Brewers Association Reports 4% Growth for Small and Independent Brewers
Boulder, Colo. • August 6, 2019—Growth for small and independent craft brewers1 remained steady for the first half of 2019, according to new mid-year metrics released by the Brewers Association (BA)—the not-for-profit trade association dedicated to small and independent American brewers. Production volume for the craft segment increased four percent during the first half of 2019.
“Growth continues to follow a similar pattern we have seen in the past few years, with steady rates in the low-to-mid single digits,” said Bart Watson, chief economist, Brewers Association. “The majority of growth continues to come from microbreweries, taprooms, and brewpubs, whereas the distribution landscape remains more challenging for regional craft brewers.”
As of June 30, there were 7,480 active craft breweries, up from 6,464 during a comparable timeframe last year. An estimated 2,500 to 3,000 breweries are in planning, based on active Alcohol and Tobacco Tax and Trade Bureau (TTB) licenses.
“Overall demand for beers from small and independent brewers continues to increase, but at levels that make it difficult for all breweries to grow simultaneously,” added Watson. “This is a sign of a maturing market that will likely continue in the coming years.”
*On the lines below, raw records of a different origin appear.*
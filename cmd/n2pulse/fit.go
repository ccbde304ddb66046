package main

import (
	"bytes"
	"context"
	"encoding/json"
	"fmt"
	"io"
	"math"
	"os"
	"path/filepath"
	"runtime"
	"strings"
	"text/tabwriter"

	"n2pulse/internal/atomicfile"
	"n2pulse/internal/usermsg"
	"n2pulse/kinetics/design"
	"n2pulse/kinetics/fit"
	"n2pulse/kinetics/fit/measured"
	"n2pulse/plots"
	"n2pulse/units"
)

func init() {
	register(command{
		name:    "fit",
		summary: "calibrate a design on measured points: fit free keys, with intervals, and say what the data cannot determine",
		run:     runFit,
	})
}

// fitCurvePoints is the number of model points along each curve of the overlay figure.
const fitCurvePoints = 25

func runFit(args []string, stdout, stderr io.Writer) error {
	fs := newFlags("fit", "DESIGN --measured FILE --free KEY[=LO:HI] … [--out DIR] [--json]", stderr)
	measuredFile := fs.String("measured", "", "CSV of measured points: design keys as columns with units in the header (\"channel.gap [mm]\"), and energy_front, energy_rear, energy_total, peak_power or fwhm with units, each with an optional <quantity>_uncertainty column (units or %)")
	frees := fs.StringArray("free", nil, `a design key to fit, with bounds: --free circuit.switch_inductance="2 nH:100 nH" (repeatable; without bounds: a tenth to ten times the design's value)`)
	sets := fs.StringArray("set", nil, `override a design key before fitting, e.g. --set gas.pressure="760 Torr" (repeatable)`)
	starts := fs.Int("starts", 3, "starts of the minimiser: the design's values, then Latin-hypercube points inside the bounds")
	seed := fs.Uint64("seed", 1, "seed of the starts after the first")
	workers := fs.Int("workers", runtime.NumCPU(), "shots run at once")
	out := fs.String("out", "fit", `directory for fitted.toml (the design with the fitted values), residuals.csv, fit.json and one overlay figure per measured quantity ("" writes none)`)
	memLimit := fs.String("memory-limit", "", `largest memory all shots computed at once may take, e.g. "8 GB" (default: half the machine's memory); each worker gets its share`)
	along := fs.String("along", "", "design-key column of the measured file to draw the figures along (default: the one with the most distinct values)")
	asJSON := fs.Bool("json", false, "print the fit as JSON on stdout (SI units; null where a value is not determined)")
	if help, err := parseFlags(fs, args); help || err != nil {
		return err
	}
	if fs.NArg() != 1 {
		return usagef("fit: name one design file, got %d", fs.NArg())
	}
	if *measuredFile == "" {
		return usagef("fit: --measured FILE is required (a CSV of measured points; see n2pulse fit --help)")
	}
	if len(*frees) == 0 {
		return usagef("fit: name at least one --free KEY to fit")
	}
	if *starts < 1 || *starts > fit.MaxStarts {
		return usagef("fit: --starts %d: want 1…%d", *starts, fit.MaxStarts)
	}
	if *workers < 1 {
		return usagef("fit: --workers %d: want at least 1", *workers)
	}
	if *along != "" {
		if _, ok := design.KeyUnit(*along); !ok {
			return usagef("fit: --along %s: not a design key", *along)
		}
	}
	d, err := loadDesign(fs.Args(), *sets)
	if err != nil {
		return err
	}
	data, err := measured.ReadFile(*measuredFile)
	if err != nil {
		return err
	}
	free, typed, err := parseFree(d, *frees)
	if err != nil {
		return err
	}
	for _, f := range free {
		for _, c := range data.Keys {
			if c.Name == f.Key {
				return usagef("fit: --free %s is also a column of %s: a key is either measured or fitted", f.Key, *measuredFile)
			}
		}
	}
	if !*asJSON {
		fmt.Fprintf(stderr, "fitting %s to %s, %s…\n", count(len(free), "key"), count(len(data.Points), "measured point"), count(*starts, "start"))
	}
	ctx := context.Background()
	runner, err := sharedMemoryRunner("fit", *memLimit, *workers)
	if err != nil {
		return err
	}
	settings := &fit.Settings{Starts: *starts, Seed: *seed, Workers: *workers, Run: runner}
	if !*asJSON {
		settings.Progress = func(i int, s fit.Start) {
			if s.Err != "" {
				fmt.Fprintf(stderr, "  start %d of %d failed: %s\n", i, *starts, usermsgText(s.Err))
				return
			}
			fmt.Fprintf(stderr, "  start %d of %d: χ² %.4g after %s\n", i, *starts, s.ChiSquare, count(s.Iterations, "iteration"))
		}
	}
	res, err := fit.Fit(ctx, d, data, free, settings)
	if err != nil {
		return err
	}
	fr := &fitReport{design: fs.Arg(0), file: *measuredFile, data: data, res: res, typed: typed, sets: *sets}
	if *out != "" {
		curves, dropped, err := fit.Curves(ctx, res.Design, data, *along, fitCurvePoints, settings)
		if err != nil {
			return err
		}
		fr.curves, fr.dropped = curves, dropped
		if fr.files, err = writeFitFiles(*out, fr); err != nil {
			return err
		}
	}
	if *asJSON {
		b, err := json.MarshalIndent(fitJSON(fr), "", "  ")
		if err != nil {
			return fmt.Errorf("fit: %w", err)
		}
		fmt.Fprintln(stdout, string(b))
	} else {
		printFit(stdout, fr)
	}
	if len(fr.files) > 0 {
		fmt.Fprintf(stderr, "wrote %s\n", strings.Join(fr.files, ", "))
	}
	return nil
}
1Craft brewer definition: An American craft brewer is a small and independent brewer. Small: Annual production of 6 million barrels of beer or less (approximately 3 percent of U.S. annual sales). Beer production is attributed to a brewer according to rules of alternating proprietorships. Independent: Less than 25 percent of the craft brewery is owned or controlled (or equivalent economic interest) by a beverage alcohol industry member that is not itself a craft brewer. Brewer: Has a TTB Brewer’s Notice and makes beer.